Segment Open

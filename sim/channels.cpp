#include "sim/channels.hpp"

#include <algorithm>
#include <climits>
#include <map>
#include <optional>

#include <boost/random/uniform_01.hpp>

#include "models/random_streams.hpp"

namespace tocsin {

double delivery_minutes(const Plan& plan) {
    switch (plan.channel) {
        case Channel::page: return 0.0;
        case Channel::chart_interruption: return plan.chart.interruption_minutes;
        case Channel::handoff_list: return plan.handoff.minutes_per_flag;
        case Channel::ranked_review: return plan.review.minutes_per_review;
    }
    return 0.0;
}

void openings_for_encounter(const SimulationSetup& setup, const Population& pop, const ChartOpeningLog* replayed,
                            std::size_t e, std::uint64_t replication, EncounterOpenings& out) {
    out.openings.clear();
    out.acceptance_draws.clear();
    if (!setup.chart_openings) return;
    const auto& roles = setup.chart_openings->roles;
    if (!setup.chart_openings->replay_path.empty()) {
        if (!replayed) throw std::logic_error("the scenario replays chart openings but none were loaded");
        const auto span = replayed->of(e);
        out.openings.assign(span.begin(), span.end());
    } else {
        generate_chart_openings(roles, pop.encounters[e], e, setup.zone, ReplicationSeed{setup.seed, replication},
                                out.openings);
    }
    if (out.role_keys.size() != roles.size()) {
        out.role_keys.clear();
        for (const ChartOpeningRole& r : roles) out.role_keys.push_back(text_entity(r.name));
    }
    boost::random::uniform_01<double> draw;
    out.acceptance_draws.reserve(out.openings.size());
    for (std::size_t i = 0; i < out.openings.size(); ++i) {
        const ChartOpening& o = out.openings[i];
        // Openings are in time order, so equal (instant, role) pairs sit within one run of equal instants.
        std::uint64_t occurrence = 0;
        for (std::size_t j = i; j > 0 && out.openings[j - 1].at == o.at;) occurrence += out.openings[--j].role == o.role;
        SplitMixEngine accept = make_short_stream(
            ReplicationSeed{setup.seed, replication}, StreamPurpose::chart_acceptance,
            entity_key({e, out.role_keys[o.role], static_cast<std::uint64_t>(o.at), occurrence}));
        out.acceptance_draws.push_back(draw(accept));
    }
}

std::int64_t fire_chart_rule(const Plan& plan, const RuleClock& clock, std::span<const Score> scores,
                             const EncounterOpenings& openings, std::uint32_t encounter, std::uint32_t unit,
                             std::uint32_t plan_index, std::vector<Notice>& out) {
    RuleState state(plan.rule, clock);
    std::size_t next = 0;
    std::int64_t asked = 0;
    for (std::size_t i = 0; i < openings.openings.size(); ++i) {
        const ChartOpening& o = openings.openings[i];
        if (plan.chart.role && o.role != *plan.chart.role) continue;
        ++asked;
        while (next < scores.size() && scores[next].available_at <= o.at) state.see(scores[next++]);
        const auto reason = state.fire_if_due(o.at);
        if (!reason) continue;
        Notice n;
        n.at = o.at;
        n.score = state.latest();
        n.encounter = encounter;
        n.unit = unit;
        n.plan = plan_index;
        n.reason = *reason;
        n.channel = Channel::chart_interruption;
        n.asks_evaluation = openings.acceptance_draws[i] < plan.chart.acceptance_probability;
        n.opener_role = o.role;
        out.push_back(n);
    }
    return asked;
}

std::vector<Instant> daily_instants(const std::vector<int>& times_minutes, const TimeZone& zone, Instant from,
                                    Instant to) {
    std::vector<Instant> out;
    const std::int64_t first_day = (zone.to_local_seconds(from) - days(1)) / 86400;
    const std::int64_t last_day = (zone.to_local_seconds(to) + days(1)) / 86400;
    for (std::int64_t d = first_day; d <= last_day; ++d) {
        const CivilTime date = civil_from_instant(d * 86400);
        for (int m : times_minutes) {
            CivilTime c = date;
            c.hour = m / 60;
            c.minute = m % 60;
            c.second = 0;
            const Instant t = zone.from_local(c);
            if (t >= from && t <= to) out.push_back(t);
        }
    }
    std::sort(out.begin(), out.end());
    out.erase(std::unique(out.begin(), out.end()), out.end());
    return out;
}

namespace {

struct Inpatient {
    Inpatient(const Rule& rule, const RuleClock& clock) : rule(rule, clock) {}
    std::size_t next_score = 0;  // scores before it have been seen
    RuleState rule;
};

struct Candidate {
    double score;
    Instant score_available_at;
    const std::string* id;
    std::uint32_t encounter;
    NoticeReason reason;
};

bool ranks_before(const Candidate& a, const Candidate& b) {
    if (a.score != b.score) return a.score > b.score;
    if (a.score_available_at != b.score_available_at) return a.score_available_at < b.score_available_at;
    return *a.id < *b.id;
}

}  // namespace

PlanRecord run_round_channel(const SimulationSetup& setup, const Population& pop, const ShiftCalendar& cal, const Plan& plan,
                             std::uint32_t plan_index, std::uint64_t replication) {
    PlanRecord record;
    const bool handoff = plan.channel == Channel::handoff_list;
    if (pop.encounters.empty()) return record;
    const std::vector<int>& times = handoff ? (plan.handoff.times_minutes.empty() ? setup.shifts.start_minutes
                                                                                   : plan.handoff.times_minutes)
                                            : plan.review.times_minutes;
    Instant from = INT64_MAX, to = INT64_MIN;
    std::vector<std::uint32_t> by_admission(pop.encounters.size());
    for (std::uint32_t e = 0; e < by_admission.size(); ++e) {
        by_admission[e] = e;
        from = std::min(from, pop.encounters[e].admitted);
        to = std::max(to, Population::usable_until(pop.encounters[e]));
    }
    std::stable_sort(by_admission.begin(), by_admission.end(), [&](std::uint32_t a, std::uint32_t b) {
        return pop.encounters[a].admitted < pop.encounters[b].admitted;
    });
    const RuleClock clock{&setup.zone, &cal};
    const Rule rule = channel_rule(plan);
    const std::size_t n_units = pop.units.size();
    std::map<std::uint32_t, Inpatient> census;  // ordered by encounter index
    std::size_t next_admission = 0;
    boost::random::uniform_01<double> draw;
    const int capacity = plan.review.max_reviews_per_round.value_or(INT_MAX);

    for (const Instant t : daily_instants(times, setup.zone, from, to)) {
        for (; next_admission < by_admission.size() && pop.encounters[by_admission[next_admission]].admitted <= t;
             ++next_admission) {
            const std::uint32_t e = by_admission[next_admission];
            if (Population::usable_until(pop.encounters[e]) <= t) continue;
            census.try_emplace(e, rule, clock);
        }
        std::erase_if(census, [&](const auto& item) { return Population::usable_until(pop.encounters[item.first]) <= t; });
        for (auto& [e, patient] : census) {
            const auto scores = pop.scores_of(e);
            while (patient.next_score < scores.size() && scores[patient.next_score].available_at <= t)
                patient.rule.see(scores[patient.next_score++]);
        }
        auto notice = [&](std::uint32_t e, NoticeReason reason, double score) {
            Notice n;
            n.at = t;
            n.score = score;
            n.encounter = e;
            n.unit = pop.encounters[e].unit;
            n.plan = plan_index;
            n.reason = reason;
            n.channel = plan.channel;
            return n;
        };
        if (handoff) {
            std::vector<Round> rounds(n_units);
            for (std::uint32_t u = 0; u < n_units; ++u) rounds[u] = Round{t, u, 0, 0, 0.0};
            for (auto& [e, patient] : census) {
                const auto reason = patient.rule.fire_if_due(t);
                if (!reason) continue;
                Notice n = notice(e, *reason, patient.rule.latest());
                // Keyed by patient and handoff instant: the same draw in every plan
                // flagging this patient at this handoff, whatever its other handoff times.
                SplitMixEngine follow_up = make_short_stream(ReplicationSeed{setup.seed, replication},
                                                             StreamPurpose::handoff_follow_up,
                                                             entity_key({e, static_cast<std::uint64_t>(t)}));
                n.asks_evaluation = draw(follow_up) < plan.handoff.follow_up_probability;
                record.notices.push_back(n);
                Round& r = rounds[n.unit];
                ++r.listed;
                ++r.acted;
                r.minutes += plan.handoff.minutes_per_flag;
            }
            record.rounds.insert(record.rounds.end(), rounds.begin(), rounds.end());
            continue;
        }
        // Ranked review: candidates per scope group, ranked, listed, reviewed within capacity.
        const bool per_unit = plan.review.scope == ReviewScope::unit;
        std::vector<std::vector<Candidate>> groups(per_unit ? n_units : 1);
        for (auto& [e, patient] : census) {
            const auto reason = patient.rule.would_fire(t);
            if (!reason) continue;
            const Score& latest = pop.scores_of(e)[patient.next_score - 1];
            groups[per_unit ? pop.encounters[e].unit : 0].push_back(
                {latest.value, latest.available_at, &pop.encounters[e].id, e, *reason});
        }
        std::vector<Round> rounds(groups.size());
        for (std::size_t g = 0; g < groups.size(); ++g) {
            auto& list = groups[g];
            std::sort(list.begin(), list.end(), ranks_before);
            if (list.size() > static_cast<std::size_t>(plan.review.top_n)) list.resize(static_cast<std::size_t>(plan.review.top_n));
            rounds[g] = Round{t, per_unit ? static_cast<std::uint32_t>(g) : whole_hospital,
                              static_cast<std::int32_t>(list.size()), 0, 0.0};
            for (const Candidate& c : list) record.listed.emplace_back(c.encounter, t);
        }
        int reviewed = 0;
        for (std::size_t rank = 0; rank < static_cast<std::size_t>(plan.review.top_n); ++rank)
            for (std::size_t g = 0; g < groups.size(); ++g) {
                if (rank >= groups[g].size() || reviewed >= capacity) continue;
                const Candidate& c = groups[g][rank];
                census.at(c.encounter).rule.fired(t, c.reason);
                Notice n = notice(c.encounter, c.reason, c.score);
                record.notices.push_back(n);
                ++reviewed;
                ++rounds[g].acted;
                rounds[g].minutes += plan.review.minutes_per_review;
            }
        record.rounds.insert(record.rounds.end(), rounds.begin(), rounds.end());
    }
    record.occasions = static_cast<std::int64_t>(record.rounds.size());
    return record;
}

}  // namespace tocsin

Segment Closed
Segment Open

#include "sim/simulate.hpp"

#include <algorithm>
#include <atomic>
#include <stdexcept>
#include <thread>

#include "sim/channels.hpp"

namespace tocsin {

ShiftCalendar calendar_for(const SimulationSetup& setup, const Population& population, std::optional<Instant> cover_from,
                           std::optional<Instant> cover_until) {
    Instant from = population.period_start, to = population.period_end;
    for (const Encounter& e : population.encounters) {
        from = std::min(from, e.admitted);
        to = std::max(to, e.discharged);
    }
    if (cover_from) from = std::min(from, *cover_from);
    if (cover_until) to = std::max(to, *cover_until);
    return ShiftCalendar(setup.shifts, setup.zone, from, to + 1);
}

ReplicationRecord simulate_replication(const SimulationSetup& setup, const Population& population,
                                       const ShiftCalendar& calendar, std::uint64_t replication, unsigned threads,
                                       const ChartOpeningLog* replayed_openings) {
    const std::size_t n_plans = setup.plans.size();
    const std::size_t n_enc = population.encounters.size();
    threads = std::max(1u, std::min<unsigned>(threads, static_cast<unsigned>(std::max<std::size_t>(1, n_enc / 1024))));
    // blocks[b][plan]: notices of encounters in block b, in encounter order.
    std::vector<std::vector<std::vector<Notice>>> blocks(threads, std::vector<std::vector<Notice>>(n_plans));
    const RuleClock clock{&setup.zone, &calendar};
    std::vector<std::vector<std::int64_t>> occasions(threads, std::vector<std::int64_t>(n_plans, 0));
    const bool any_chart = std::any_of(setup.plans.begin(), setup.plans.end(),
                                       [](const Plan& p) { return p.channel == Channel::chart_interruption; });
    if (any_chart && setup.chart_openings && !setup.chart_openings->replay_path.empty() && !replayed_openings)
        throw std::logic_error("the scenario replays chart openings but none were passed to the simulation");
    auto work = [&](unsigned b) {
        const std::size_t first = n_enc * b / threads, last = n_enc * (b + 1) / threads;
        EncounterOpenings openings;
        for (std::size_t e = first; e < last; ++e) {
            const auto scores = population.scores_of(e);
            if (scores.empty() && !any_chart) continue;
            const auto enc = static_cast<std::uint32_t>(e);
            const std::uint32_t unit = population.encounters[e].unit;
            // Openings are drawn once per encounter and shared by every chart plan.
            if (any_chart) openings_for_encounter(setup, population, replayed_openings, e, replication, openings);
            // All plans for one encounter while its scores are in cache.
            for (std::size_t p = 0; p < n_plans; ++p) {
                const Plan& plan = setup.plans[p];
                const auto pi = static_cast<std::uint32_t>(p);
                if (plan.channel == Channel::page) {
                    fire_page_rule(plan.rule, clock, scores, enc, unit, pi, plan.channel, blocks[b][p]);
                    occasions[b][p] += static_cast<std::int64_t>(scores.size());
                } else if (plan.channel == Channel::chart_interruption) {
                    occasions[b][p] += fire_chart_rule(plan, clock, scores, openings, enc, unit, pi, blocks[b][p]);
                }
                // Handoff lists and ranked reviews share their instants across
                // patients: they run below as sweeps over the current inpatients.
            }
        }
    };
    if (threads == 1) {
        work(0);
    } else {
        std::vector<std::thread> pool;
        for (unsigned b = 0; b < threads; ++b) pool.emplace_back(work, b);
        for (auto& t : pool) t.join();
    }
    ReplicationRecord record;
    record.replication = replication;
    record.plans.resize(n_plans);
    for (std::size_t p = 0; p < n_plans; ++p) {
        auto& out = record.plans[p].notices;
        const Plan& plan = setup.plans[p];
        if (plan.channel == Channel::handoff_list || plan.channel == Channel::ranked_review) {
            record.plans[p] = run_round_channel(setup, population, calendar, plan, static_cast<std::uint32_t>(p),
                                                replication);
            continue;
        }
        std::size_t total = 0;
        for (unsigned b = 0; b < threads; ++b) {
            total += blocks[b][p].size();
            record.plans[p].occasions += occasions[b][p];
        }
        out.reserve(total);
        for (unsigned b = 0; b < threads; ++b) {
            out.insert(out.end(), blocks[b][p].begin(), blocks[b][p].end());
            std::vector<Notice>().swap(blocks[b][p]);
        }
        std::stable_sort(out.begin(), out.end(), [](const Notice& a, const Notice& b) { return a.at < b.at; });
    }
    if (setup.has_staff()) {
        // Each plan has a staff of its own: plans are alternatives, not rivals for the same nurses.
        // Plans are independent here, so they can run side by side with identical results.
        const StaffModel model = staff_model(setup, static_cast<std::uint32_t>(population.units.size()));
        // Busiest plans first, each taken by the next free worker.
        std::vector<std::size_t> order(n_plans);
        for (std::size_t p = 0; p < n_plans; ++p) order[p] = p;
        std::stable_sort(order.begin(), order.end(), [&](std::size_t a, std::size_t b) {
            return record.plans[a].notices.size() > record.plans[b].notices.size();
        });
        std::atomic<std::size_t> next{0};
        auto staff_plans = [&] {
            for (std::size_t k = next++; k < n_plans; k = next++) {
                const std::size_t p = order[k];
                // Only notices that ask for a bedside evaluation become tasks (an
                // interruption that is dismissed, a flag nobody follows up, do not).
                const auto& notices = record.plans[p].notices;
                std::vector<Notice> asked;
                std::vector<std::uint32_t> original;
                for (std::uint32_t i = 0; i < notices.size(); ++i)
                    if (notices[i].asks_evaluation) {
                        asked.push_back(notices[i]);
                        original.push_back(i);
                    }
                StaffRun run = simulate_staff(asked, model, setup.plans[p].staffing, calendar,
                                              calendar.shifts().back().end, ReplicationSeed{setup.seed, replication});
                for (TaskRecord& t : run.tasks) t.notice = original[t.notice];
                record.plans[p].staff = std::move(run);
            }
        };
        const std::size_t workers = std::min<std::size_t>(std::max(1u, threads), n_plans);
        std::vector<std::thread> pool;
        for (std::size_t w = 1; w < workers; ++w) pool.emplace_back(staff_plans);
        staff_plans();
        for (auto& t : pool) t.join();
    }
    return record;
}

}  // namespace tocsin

Segment Closed
Segment Open

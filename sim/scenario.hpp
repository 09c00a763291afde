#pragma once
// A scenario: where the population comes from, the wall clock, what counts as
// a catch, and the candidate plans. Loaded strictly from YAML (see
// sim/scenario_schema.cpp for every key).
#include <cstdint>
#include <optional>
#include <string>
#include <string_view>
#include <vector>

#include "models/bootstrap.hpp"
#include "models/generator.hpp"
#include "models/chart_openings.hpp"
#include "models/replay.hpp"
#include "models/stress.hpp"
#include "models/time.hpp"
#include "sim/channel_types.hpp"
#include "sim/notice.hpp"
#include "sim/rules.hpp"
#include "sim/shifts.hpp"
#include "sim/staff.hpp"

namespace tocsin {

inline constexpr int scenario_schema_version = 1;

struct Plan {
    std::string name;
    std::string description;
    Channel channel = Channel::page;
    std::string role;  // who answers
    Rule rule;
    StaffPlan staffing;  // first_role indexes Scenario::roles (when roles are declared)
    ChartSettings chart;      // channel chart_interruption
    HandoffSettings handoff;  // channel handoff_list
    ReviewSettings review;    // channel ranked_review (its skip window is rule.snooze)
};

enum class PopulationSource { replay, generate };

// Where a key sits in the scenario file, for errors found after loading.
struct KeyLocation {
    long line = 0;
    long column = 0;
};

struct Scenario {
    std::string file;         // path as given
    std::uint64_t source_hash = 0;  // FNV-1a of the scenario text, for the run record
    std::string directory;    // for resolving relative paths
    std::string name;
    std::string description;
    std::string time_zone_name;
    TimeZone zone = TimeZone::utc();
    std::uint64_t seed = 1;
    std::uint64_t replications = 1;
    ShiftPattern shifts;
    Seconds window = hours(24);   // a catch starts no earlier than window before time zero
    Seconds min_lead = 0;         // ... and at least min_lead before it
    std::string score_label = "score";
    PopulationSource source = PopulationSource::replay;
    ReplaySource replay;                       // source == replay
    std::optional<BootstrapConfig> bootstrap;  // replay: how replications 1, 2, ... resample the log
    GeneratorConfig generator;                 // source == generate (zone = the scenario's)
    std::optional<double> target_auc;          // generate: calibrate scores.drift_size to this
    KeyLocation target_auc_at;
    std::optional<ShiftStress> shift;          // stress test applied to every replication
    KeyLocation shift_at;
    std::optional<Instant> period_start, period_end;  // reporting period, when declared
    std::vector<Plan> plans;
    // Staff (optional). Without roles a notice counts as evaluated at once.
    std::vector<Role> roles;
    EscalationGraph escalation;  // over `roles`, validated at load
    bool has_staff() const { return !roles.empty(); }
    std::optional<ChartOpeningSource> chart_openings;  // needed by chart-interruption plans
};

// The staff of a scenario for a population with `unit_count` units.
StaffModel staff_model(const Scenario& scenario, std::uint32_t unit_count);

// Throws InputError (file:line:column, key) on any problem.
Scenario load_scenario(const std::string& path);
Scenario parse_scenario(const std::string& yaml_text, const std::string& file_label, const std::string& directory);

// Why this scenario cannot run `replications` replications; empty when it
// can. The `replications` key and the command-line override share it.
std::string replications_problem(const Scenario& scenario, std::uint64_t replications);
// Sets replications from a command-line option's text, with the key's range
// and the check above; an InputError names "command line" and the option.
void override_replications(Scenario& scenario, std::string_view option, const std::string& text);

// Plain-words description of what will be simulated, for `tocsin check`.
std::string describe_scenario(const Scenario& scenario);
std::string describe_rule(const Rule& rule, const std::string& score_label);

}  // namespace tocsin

Segment Closed

• [Problem statement]
Repeat, character for character, the lines of the material above from the line with "per_unit ? static_cast<std::uint32_t>(g)" through the line with "const Candidate& c = groups[g][rank];".

• [Written reply]
            rounds[g] = Round{t, per_unit ? static_cast<std::uint32_t>(g) : whole_hospital,
                              static_cast<std::int32_t>(list.size()), 0, 0.0};
            for (const Candidate& c : list) record.listed.emplace_back(c.encounter, t);
        }
        int reviewed = 0;
        for (std::size_t rank = 0; rank < static_cast<std::size_t>(plan.review.top_n); ++rank)
            for (std::size_t g = 0; g < groups.size(); ++g) {
                if (rank >= groups[g].size() || reviewed >= capacity) continue;
                const Candidate& c = groups[g][rank];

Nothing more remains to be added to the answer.